I would like to see the following added to the URL Removal Tool 'Google Information for Webmasters':
1. The effect of www robots.txt on non-www content and vice versa
2. The effect of robots meta tag in a www page on the corresponding non-www page and vice versa
3. Guidance on the safe removal of non-www content, the timepsan involved if 301's are the only option, and the introduction of some method of bulk non-www page removal
If you've had pages unexpectedly zapped by the URL removal tool then let's hear about it!
We had a problem where Google thought non-www was our homepage and was showing it as such for our www site despite us never promoting the non-www site and having no links to it.
We thus used the url-removal tool to get rid of the non-www page quickly and only afterwards read that is also removes the www page as well. We are now left with a very genuine, useful site with no homepage in Google.
We've submitted a reinclusion request (ref #352549097 if anyone from Google is reading this) to ask that the www homepage be re-included as it was never intended this was to be taken out and the url removal tool pages never indicated it would be.
Help! This is not right or fair. Us genuine webmasters are being penalised by a bug that should not exist.
|The URL removal tool doesn't remove anything. It only hides things, bringing them back after six months. |
I agree, my site was crawled and its links were followed during six months of being removed.
|I look for somebody who can make a tool too put big URL lists (over 100000!)into the Google removal tool! |
No doubt you've found that your competitor returns 404 or noindex for one URL version and you're going to kick them out of Google :)) I'm skilled enough to write such kind of tool, but I'm not sure if I want to hurt someone's site in Google!
johnrooke, I've experienced this too.
I have a couple of business directories (built from individual submissions) that forward to the same domain.
I serve up the correct homepage based upon the cgi.server_name. No problems for years. In the last few days I have found the files that are served up as index pages appearing in Googles index under the URL to the folder where they actually reside.
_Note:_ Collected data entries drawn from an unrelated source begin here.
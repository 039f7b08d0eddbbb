import { eq } from 'drizzle-orm';
import type { DbOrTx } from '@/db/client';
import { organisation } from '@/db/schema';

export type KnownOrganisation = Pick<typeof organisation.$inferSelect, 'id' | 'name' | 'kind'>;

// Organisations are only ever added (createOrganisation), never edited or removed, so a row read
// once holds for the life of the process: every request that resolves its actor, and every
// dispatch that names a laboratory, is spared a query.
const organisationsById = new Map<string, KnownOrganisation>();

/** One organisation by id. Pass the open transaction when there is one: on the embedded database a second connection would wait for it. */
export async function organisationById(db: DbOrTx, id: string): Promise<KnownOrganisation | null> {
  const known = organisationsById.get(id);
  if (known) return known;
  const [row] = await db.select({ id: organisation.id, name: organisation.name, kind: organisation.kind }).from(organisation).where(eq(organisation.id, id));
  if (row) organisationsById.set(id, row);
  return row ?? null;
}
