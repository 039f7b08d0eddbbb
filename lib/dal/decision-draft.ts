import 'server-only';
import { eq } from 'drizzle-orm';
import type { DbOrTx } from '@/db/client';
import { pipelined } from '@/db/pipeline';
import { delivery, intakeResult } from '@/db/schema';
import type { Assessment, AssessmentInput } from '@/lib/arbitration';
import type { BindingOutcome } from '@/lib/decision/labels';
import { settlementFor, SettlementError, type Settlement } from '@/lib/decision/settlement';
import { bindingOutcomes } from '@/lib/decision/labels';
import { AppError } from '@/lib/errors';
import { proposalFor } from './case-assessment';
import { rulesVersion } from './rules';
import type { CaseRow } from './transitions/context';

export type DecisionProposal = { input: AssessmentInput; assessment: Assessment };

/**
 * What a decision on a case would rest on now: the proposal, and the settlement each outcome would bring.
 * A proposal the caller has already worked out for this case row (`known`) is not computed again.
 */
export async function decisionBasis(db: DbOrTx, caseRow: CaseRow, known?: Awaited<ReturnType<typeof proposalFor>>) {
  // Pipelined, not Promise.all: signing asks for this inside its transaction, where a PostgreSQL client takes one statement at a time.
  const [rules, proposal, [load], [result]] = await pipelined([
    () => rulesVersion(db, caseRow.rulesVersionId),
    () => (known ? Promise.resolve(known) : proposalFor(db, caseRow)),
    () => db.select({ volumeLitres: delivery.volumeLitres }).from(delivery).where(eq(delivery.id, caseRow.deliveryId)),
    () => db.select().from(intakeResult).where(eq(intakeResult.id, caseRow.intakeResultId)),
  ]);
  if (!rules || !proposal || !load || !result) throw new Error(`Case ${caseRow.number} is missing its rules, proposal, delivery or intake result`);
  const { money, currency } = rules.rules;
  const water = proposal.assessment.addedWater;
  const settle = (outcome: BindingOutcome): Settlement =>
    settlementFor({
      outcome,
      currency,
      volumeLitres: load.volumeLitres,
      pricePerLitre: money.milkPricePerLitre,
      intake: { verdict: result.verdict, amountMinor: result.amountMinor, addedWaterBasisPoints: result.addedWaterBasisPoints },
      acceptedAddedWaterPercent: water === null ? null : water.percent,
      refereeFee: money.refereeFee,
      feeBorneBy: money.feeBorneBy,
    });
  const settlements = {} as Record<BindingOutcome, { settlement: Settlement } | { unavailable: string }>;
  for (const outcome of bindingOutcomes) {
    try {
      settlements[outcome] = { settlement: settle(outcome) };
    } catch (error) {
      if (!(error instanceof SettlementError)) throw error;
      settlements[outcome] = { unavailable: error.message };
    }
  }
  return { proposal: proposal as DecisionProposal, settlements, currency };
}

/** The settlement of the chosen outcome, or a field error saying why it cannot be had. */
export function settlementOrRefusal(basis: Awaited<ReturnType<typeof decisionBasis>>, outcome: BindingOutcome): Settlement {
  const choice = basis.settlements[outcome];
  if ('unavailable' in choice) throw new AppError('invalid', choice.unavailable, { fieldErrors: { outcome: [choice.unavailable] } });
  return choice.settlement;
}
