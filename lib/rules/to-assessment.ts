import type { AssessmentInput } from '@/lib/arbitration';
import type { SchemeRules } from './schema';

/** The part of the scheme's rules that the decision module reads. */
export function assessmentRules(rules: SchemeRules): AssessmentInput['rules'] {
  return {
    precision: rules.precision,
    limits: rules.limits.lower === undefined ? { upper: rules.limits.upper } : { upper: rules.limits.upper, lower: rules.limits.lower },
    decisionRule: rules.decisionRule,
    onDisagreement: rules.onDisagreement,
    referenceFreezingPoint: rules.referenceFreezingPoint,
    adjustThresholdPercent: rules.adjustThresholdPercent,
    calibration: { tolerance: rules.calibration.tolerance, required: rules.calibration.required },
    sampleValidHours: rules.sample.validHours,
    storageRange: rules.sample.storageRange,
  };
}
With no backlinks they have magically inherited the pagerank of the homepage!
After years of operating these directories in this manner it looks like I may have to move them to seperate IPs.
I find myself wasting more time trying to appease Google simply to stay in its index, rather than improving my sites and content to satisfy visitors!
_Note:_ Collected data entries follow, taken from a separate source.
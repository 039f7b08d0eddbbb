import 'server-only';
import { and, asc, desc, eq, inArray, or } from 'drizzle-orm';
import type { DbOrTx } from '@/db/client';
import {
  auditEvent,
  custodyEvent,
  decision,
  delivery,
  instrument,
  intakeResult,
  measurementSet,
  organisation,
  reading,
  sample,
  schemeRules,
  supplierFarm,
  user,
} from '@/db/schema';
import type { Actor } from '@/lib/auth/actor';
import { findVisibleCase } from './cases';
import { isBlindFor } from './case-scope';
import { notesOfCase } from './notes';
import { attachmentsOfCase } from './attachments';

function redactedChange(change: unknown): unknown {
  if (!change || typeof change !== 'object') return change;
  const { detail: _withheld, ...rest } = change as Record<string, unknown>;
  return rest;
}

function isOthersInternalNoteEvent(e: { action: string; change: unknown; actorOrganisationId: string | null }, actor: Actor): boolean {
  if (!e.action.startsWith('note.') || e.actorOrganisationId === actor.organisationId) return false;
  return (e.change as { visibility?: unknown } | null)?.visibility !== 'parties';
}

/** Everything one actor may see of one case, as plain data for the Case file page and the API. */
export async function getCaseFile(db: DbOrTx, actor: Actor, caseId: string) {
  const found = await findVisibleCase(db, actor, caseId);
  const blind = isBlindFor(actor, found.retestSubmittedAt);

  const orgIds = [found.supplierOrganisationId, found.plantOrganisationId, found.boardOrganisationId, found.labOrganisationId].filter(
    (id): id is string => id !== null,
  );
  const [result] = await db.select().from(intakeResult).where(eq(intakeResult.id, found.intakeResultId));
  // Blind: the laboratory's view holds only the sets of this case, never the intake set.
  // Blind, a laboratory sees only its own sets: not the intake set, nor an earlier referee's retest.
  const setScope = blind
    ? and(eq(measurementSet.caseId, found.id), eq(measurementSet.organisationId, actor.organisationId))
    : result
      ? or(eq(measurementSet.caseId, found.id), eq(measurementSet.id, result.measurementSetId))
      : eq(measurementSet.caseId, found.id);
  const [orgs, [load], [rules], samples, sets, notes, decisions, ledger, files] = await Promise.all([
    db.select({ id: organisation.id, name: organisation.name, kind: organisation.kind }).from(organisation).where(inArray(organisation.id, orgIds)),
    db
      .select({
        id: delivery.id,
        reference: delivery.reference,
        farmName: supplierFarm.name,
        herdCode: supplierFarm.herdCode,
        collectedAt: delivery.collectedAt,
        receivedAt: delivery.receivedAt,
        volumeLitres: delivery.volumeLitres,
        tanker: delivery.tanker,
        compartment: delivery.compartment,
        receiptTempTenthMilliC: delivery.receiptTempTenthMilliC,
      })
      .from(delivery)
      .innerJoin(supplierFarm, eq(supplierFarm.id, delivery.farmId))
      .where(eq(delivery.id, found.deliveryId)),
    db.select({ id: schemeRules.id, version: schemeRules.version, rules: schemeRules.rules, effectiveFrom: schemeRules.effectiveFrom }).from(schemeRules).where(eq(schemeRules.id, found.rulesVersionId)),
    db
      .select()
      .from(sample)
      .where(and(or(eq(sample.deliveryId, found.deliveryId), eq(sample.caseId, found.id)), inArray(sample.kind, ['retained', 'counter', 'referee', 'authentic'])))
      .orderBy(asc(sample.createdAt)),
    db
      .select({
        id: measurementSet.id,
        purpose: measurementSet.purpose,
        organisationId: measurementSet.organisationId,
        analystName: measurementSet.analystName,
        testedAt: measurementSet.testedAt,
        sampleTempTenthMilliC: measurementSet.sampleTempTenthMilliC,
        preparation: measurementSet.preparation,
        resultTenthMilliC: measurementSet.resultTenthMilliC,
        resultBasis: measurementSet.resultBasis,
        readingsUsed: measurementSet.readingsUsed,
        submittedAt: measurementSet.submittedAt,
        instrumentSerial: instrument.serialNumber,
        calibrationCheckId: measurementSet.calibrationCheckId,
        calibrationWarning: measurementSet.calibrationWarning,
      })
      .from(measurementSet)
      .innerJoin(instrument, eq(instrument.id, measurementSet.instrumentId))
      .where(setScope)
      .orderBy(asc(measurementSet.testedAt)),
    // One rule for every reader of notes (lib/dal/notes.ts): shared ones and the own organisation's; blind, only the own.
    notesOfCase(db, actor, found),
    db.select().from(decision).where(eq(decision.caseId, found.id)).orderBy(desc(decision.signedAt)),
    db
      .select({ seq: auditEvent.seq, at: auditEvent.at, action: auditEvent.action, change: auditEvent.change, actorName: user.name, actorOrganisationId: auditEvent.actorOrganisationId })
      .from(auditEvent)
      .leftJoin(user, eq(user.id, auditEvent.actorUserId))
      .where(eq(auditEvent.caseId, found.id))
      .orderBy(asc(auditEvent.seq)),
    // One rule for the page, the API and the download route (lib/dal/attachments.ts); blind, only the own organisation's.
    attachmentsOfCase(db, actor, found),
  ]);

  const sampleIds = samples.map((s) => s.id);
  const setIds = sets.map((s) => s.id);
  const [custody, readings] = await Promise.all([
    sampleIds.length ? db.select().from(custodyEvent).where(inArray(custodyEvent.sampleId, sampleIds)).orderBy(asc(custodyEvent.at)) : [],
    setIds.length ? db.select().from(reading).where(inArray(reading.measurementSetId, setIds)).orderBy(asc(reading.position)) : [],
  ]);
  const orgName = (id: string | null) => orgs.find((o) => o.id === id)?.name ?? null;

  return {
    id: found.id,
    number: found.number,
    status: found.status,
    blind,
    openedAt: found.openedAt,
    grounds: found.grounds,
    // The supplier's own account may quote values; the blind laboratory does not read it.
    explanation: blind ? null : found.explanation,
    remedy: blind ? null : found.remedy,
    deadlines: {
      dispatchDueAt: found.dispatchDueAt,
      sampleValidUntil: found.sampleValidUntil,
      decisionDueAt: found.decisionDueAt,
    },
    retestSubmittedAt: found.retestSubmittedAt,
    decidedAt: found.decidedAt,
    withdrawnAt: found.withdrawnAt,
    parties: {
      supplier: orgName(found.supplierOrganisationId),
      plant: orgName(found.plantOrganisationId),
      lab: orgName(found.labOrganisationId),
      board: orgName(found.boardOrganisationId),
    },
    delivery: load,
    intake: blind || !result
      ? null
      : {
          verdict: result.verdict,
          valueTenthMilliC: result.valueTenthMilliC,
          limitTenthMilliC: result.limitTenthMilliC,
          decisionRule: result.decisionRule,
          addedWaterBasisPoints: result.addedWaterBasisPoints,
          amountMinor: result.amountMinor,
          currency: result.currency,
          decidedAt: result.decidedAt,
          notifiedAt: result.notifiedAt,
        },
    rules: rules ? { version: rules.version, name: rules.rules.name, effectiveFrom: rules.effectiveFrom } : null,
    samples: samples.map((s) => ({
      id: s.id,
      code: s.code,
      kind: s.kind,
      sealNumber: s.sealNumber,
      preservative: s.preservative,
      storage: s.storage,
      sampledAt: s.sampledAt,
      custody: custody
        .filter((c) => c.sampleId === s.id)
        .map((c) => ({
          id: c.id,
          kind: c.kind,
          at: c.at,
          organisation: orgName(c.organisationId),
          location: c.location,
          tempTenthMilliC: c.tempTenthMilliC,
          sealIntact: c.sealIntact,
          frozen: c.frozen,
          // A note on another party's custody step may carry its argument; withheld while blind.
          note: blind && c.organisationId !== actor.organisationId ? null : c.note,
        })),
    })),
    measurementSets: sets.map((set) => ({
      ...set,
      laboratory: orgName(set.organisationId),
      readings: readings.filter((r) => r.measurementSetId === set.id).map((r) => ({ position: r.position, valueTenthMilliC: r.valueTenthMilliC, flag: r.flag })),
    })),
    notes,
    decisions: decisions.map((d) => ({
      id: d.id,
      outcome: d.outcome,
      reasons: d.reasons,
      followedProposal: d.followedProposal,
      departureReason: d.departureReason,
      signerName: d.signerName,
      signedAt: d.signedAt,
      signatureMeaning: d.signatureMeaning,
      recordSha256: d.recordSha256,
      supersedesId: d.supersedesId,
    })),
    attachments: files,
    // Blind, the ledger shows who did what and when, not the details other parties recorded.
    // Another organisation's internal note is not there for this reader, so neither is its trace.
    ledger: ledger.filter((e) => !isOthersInternalNoteEvent(e, actor)).map((e) => ({
      ...e,
      change: blind && e.actorOrganisationId !== actor.organisationId ? redactedChange(e.change) : e.change,
      actorOrganisation: orgName(e.actorOrganisationId),
    })),
  };
}

export type CaseFile = Awaited<ReturnType<typeof getCaseFile>>;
So how is Google improving search? Burying decent sites and diverting webmasters from the task of developing their websites - Oh Yeah BIG Improvement!
Google's still indexing the direcotries that were dropped. What's the point?
For 'Robot Exclusion Standard' Google obviously reads 'Index Exclusion Standard'.
Google is at odds with this standard. Google refers to 'stopping indexing' and being 'excluded from the index', while the standard uses the phrase 'exclude robots from a server'.